*** Records to process ***

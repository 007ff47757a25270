import { type CreateConsultationRequest } from '@skyledger/contracts';
import { BooleanField, DateField, TextField } from '../../common/validation/fields';

export class CreateConsultationDto implements CreateConsultationRequest {
  @TextField(160)
  name: string;

  @TextField(200)
  affiliation: string;

  @TextField(160)
  field: string;

  @TextField(5000)
  quote: string;

  @DateField()
  consultedOn: string;

  /** What the expert declared; "None declared" is an answer, an empty field is not. */
  @TextField(1000)
  declaredConflicts: string;

  @BooleanField()
  independentOfClaimant: boolean;
}
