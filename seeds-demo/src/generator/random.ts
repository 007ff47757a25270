/**
 * A small seeded pseudo-random generator, so a generated desk is the same on every run
 * with the same seed. sfc32 (Chris Doty-Humphrey's Small Fast Counting generator, from
 * PractRand), its state filled from the seed by a splitmix-style counter hashed with
 * MurmurHash3's 32-bit finaliser.
 */
export class SeededRandom {
  private a: number;
  private b: number;
  private c: number;
  private d: number;

  constructor(seed: number) {
    let state = seed >>> 0;
    const splitmix = () => {
      state = (state + 0x9e3779b9) >>> 0;
      let z = state;
      z = Math.imul(z ^ (z >>> 16), 0x85ebca6b) >>> 0;
      z = Math.imul(z ^ (z >>> 13), 0xc2b2ae35) >>> 0;
      return (z ^ (z >>> 16)) >>> 0;
    };
    this.a = splitmix();
    this.b = splitmix();
    this.c = splitmix();
    this.d = splitmix();
    for (let i = 0; i < 12; i += 1) this.uint32();
  }

  /** The next 32-bit unsigned integer. */
  uint32(): number {
    const t = (((this.a + this.b) >>> 0) + this.d) >>> 0;
    this.d = (this.d + 1) >>> 0;
    this.a = this.b ^ (this.b >>> 9);
    this.b = (this.c + (this.c << 3)) >>> 0;
    this.c = ((this.c << 21) | (this.c >>> 11)) >>> 0;
    this.c = (this.c + t) >>> 0;
    return t;
  }

  /** A number in [0, 1). */
  next(): number {
    return this.uint32() / 0x1_0000_0000;
  }

  /** An integer in [0, n). */
  below(n: number): number {
    return Math.floor(this.next() * n);
  }

  chance(probability: number): boolean {
    return this.next() < probability;
  }

  pick<T>(items: readonly T[]): T {
    if (items.length === 0) throw new Error('pick() needs at least one item');
    return items[this.below(items.length)]!;
  }

  /** One of the keys, with probability proportional to its weight. */
  weighted<K extends string>(weights: Readonly<Record<K, number>>): K {
    const entries = Object.entries(weights) as Array<[K, number]>;
    const total = entries.reduce((sum, [, weight]) => sum + weight, 0);
    let ticket = this.next() * total;
    for (const [key, weight] of entries) {
      ticket -= weight;
      if (ticket < 0) return key;
    }
    return entries[entries.length - 1]![0];
  }

  /**
   * An index in [0, n) where low indexes come up far more often (a few claimants make
   * most claims): u^skew stretched over n.
   */
  skewedIndex(n: number, skew = 3): number {
    return Math.min(n - 1, Math.floor(n * this.next() ** skew));
  }

  /** A version-4 UUID made from this generator, so ids repeat with the seed. */
  uuid(): string {
    const hex = Array.from({ length: 4 }, () => this.uint32().toString(16).padStart(8, '0')).join(
      '',
    );
    const variant = ((parseInt(hex[16]!, 16) & 0x3) | 0x8).toString(16);
    return `${hex.slice(0, 8)}-${hex.slice(8, 12)}-4${hex.slice(13, 16)}-${variant}${hex.slice(17, 20)}-${hex.slice(20, 32)}`;
  }
}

*** End of Records to process ***

▶ **Task statement**
Which lines above contain the word "items"? Copy all of them.

▶ **Expected answer**
  pick<T>(items: readonly T[]): T {
    if (items.length === 0) throw new Error('pick() needs at least one item');
    return items[this.below(items.length)]!;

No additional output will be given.